\begin{frame}
  \frametitle{Maximum and Minimum Values}

  \begin{block}{Fermat's Theorem}
    If $f$ has a local maximum or minimum at $c$ and $f'(c)$ exists, \\
    then $f'(c) = 0$.
  \end{block}
  \pause\medskip

  \begin{center}
  \scalebox{.8}{
  \begin{tikzpicture}[default,baseline=1cm]
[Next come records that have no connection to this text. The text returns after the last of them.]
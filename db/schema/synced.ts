import { foreignKey, index, type AnyPgColumn } from "drizzle-orm/pg-core";
import { projects, users } from "./auth";

type SyncedKeys = { projectId: AnyPgColumn; changeSeq: AnyPgColumn; updatedBy: AnyPgColumn };

/**
 * The constraints every synced table shares: its project and last writer as foreign keys, and the
 * (projectId, changeSeq) index a pull pages over ("everything of this project since N").
 */
export function syncedConstraints(table: string, t: SyncedKeys) {
  return [
    index(`${table}_project_seq_idx`).on(t.projectId, t.changeSeq),
    foreignKey({ name: `${table}_project_fk`, columns: [t.projectId], foreignColumns: [projects.id] }).onDelete("cascade"),
    foreignKey({ name: `${table}_updated_by_fk`, columns: [t.updatedBy], foreignColumns: [users.id] }),
  ];
}
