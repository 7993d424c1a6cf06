// What the rulebook reads for one project-local day, from PostgreSQL: the day's trucks, tests,
// weather, curing readings and breaks, with the placements and mixes they belong to. The digest, the
// PDF and the stored findings all read a day through this one loader, so they judge the same records.
import { and, eq, gte, inArray, isNull, lt, or } from "drizzle-orm";
import type { PgColumn } from "drizzle-orm/pg-core";
import type { Executor } from "@/db";
import { breaks, curingReadings, deliveries, fieldTests, mixDesigns, placements, projects, specimenSets, weatherObservations } from "@/db/schema";
import { evaluate, onDate, toCheckInput, type CheckInput, type Finding } from "@/lib/checks";
import { notFound } from "@/lib/errors";
import { addDays, localDayRange } from "@/lib/time/zone";

type Project = typeof projects.$inferSelect;

const inRange = (col: PgColumn, range: { start: Date; end: Date }) => and(gte(col, range.start), lt(col, range.end))!;

/**
 * The times a truck is read on: it belongs to every project-local day one of them falls on (a night
 * pour's discharge end is after midnight), besides its placement's planned day.
 */
export const TRUCK_TIMES = ["arrivedAt", "dischargeFinishedAt", "waterFirstAt", "waterLastAt"] as const;

export async function loadProject(tx: Executor, projectId: string): Promise<Project> {
  const [project] = await tx.select().from(projects).where(eq(projects.id, projectId));
  if (!project) throw notFound("Project");
  return project;
}

/**
 * The records the rulebook needs to judge `date`: the day's own records, the three days of weather
 * before it where the project uses the ACI 306.1-90 definition (a run of days decides it), and every
 * break of a specimen set broken that day (cylinders are counted into tests per set and age), and
 * every truck and specimen set of a placement planned that day (whether cylinders were made).
 */
export async function loadCheckDay(tx: Executor, project: Project, date: string): Promise<CheckInput> {
  const projectId = project.id;
  const day = localDayRange(date, project.timeZone);
  const weatherFrom = project.coldWeatherDefinition === "aci306-1990" ? localDayRange(addDays(date, -3), project.timeZone).start : day.start;
  const live = <T extends { projectId: PgColumn; deletedAt: PgColumn }>(t: T) => and(eq(t.projectId, projectId), isNull(t.deletedAt))!;

  // One after another: inside a transaction the statements share one connection.
  // A truck's findings are dated by its discharge end or its last water, which a night pour puts on the
  // day after its arrival: a truck belongs to every day one of those times falls on.
  const truckTimes = TRUCK_TIMES.map((field) => deliveries[field]);
  const dayDeliveries = await tx.select().from(deliveries).where(and(live(deliveries), or(...truckTimes.map((col) => inRange(col, day)))));
  const dayTests = await tx.select().from(fieldTests).where(and(live(fieldTests), inRange(fieldTests.sampledAt, day)));
  const dayWeather = await tx
    .select()
    .from(weatherObservations)
    .where(and(live(weatherObservations), inRange(weatherObservations.observedAt, { start: weatherFrom, end: day.end })));
  const dayCuring = await tx.select().from(curingReadings).where(and(live(curingReadings), inRange(curingReadings.readAt, day)));
  const brokenSets = await tx.selectDistinct({ id: breaks.specimenSetId }).from(breaks).where(and(live(breaks), inRange(breaks.testedAt, day)));
  const setIds = brokenSets.map((s) => s.id);
  const sets = setIds.length ? await tx.select().from(specimenSets).where(and(live(specimenSets), inArray(specimenSets.id, setIds))) : [];
  const setBreaks = setIds.length ? await tx.select().from(breaks).where(and(live(breaks), inArray(breaks.specimenSetId, setIds))) : [];
  const referenced = [...dayDeliveries, ...dayTests, ...dayWeather, ...dayCuring, ...sets]
    .map((r) => r.placementId)
    .filter((id): id is string => id !== null);
  const dayPlacements = await tx
    .select()
    .from(placements)
    .where(and(live(placements), or(inRange(placements.plannedStart, day), referenced.length ? inArray(placements.id, [...new Set(referenced)]) : undefined)));
  // A placement planned today is judged whole for what it lacks (no cylinders): all its trucks and sets.
  const plannedIds = dayPlacements.filter((p) => p.plannedStart >= day.start && p.plannedStart < day.end).map((p) => p.id);
  const dayIds = new Set(dayDeliveries.map((d) => d.id));
  const plannedDeliveries = plannedIds.length
    ? (await tx.select().from(deliveries).where(and(live(deliveries), inArray(deliveries.placementId, plannedIds)))).filter((d) => !dayIds.has(d.id))
    : [];
  const setIdSet = new Set(setIds);
  const plannedSets = plannedIds.length
    ? (await tx.select().from(specimenSets).where(and(live(specimenSets), inArray(specimenSets.placementId, plannedIds)))).filter((s) => !setIdSet.has(s.id))
    : [];
  const mixIds = [...new Set(dayPlacements.map((p) => p.mixId).filter((id): id is string => id !== null))];
  const mixes = mixIds.length ? await tx.select().from(mixDesigns).where(and(eq(mixDesigns.projectId, projectId), inArray(mixDesigns.id, mixIds))) : [];
  return toCheckInput({
    project,
    mixes,
    placements: dayPlacements,
    deliveries: [...dayDeliveries, ...plannedDeliveries],
    fieldTests: dayTests,
    weather: dayWeather,
    curing: dayCuring,
    specimenSets: [...sets, ...plannedSets],
    breaks: setBreaks,
  });
}

/** Every finding of one project-local day, information included. */
export function dayFindings(input: CheckInput, date: string): Finding[] {
  return onDate(evaluate(input), date, input.project.timeZone);
}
    \diagram{-2}{5}{-2}{3}{1}
    \diagramannotatey{-1,1,2}
    \diagramannotatex{-1,1,2,3,4}
    \diagramannotatez
    \begin{scope}[cgreen,ultra thick]
      \draw plot[smooth,domain=-1:4,samples=200] function{(3*x**4 - 16*x**3 + 18*x**2)/15};
    \end{scope}
    \begin{scope}[very thick]
    \node[cgreen,include] (a) at (0,0) {};
    \draw[cred] ($(a)+(-1cm,0)$) -- ($(a)+(1cm,0)$);
    \node[cgreen,include] (a) at (1,5/15) {};
    \draw[cred] ($(a)+(-1cm,0)$) -- ($(a)+(1cm,0)$);
    \node[cgreen,include] (a) at (3,-27/15) {};
    \draw[cred] ($(a)+(-1cm,0)$) -- ($(a)+(1cm,0)$);
    \end{scope}
  \end{tikzpicture}
  }
  \end{center}
  \pause\medskip
  
  At every \emph{local} maximum or minimum, the tangent is horizontal.\\
  (if the derivative exists)
  \vspace{10cm}
\end{frame}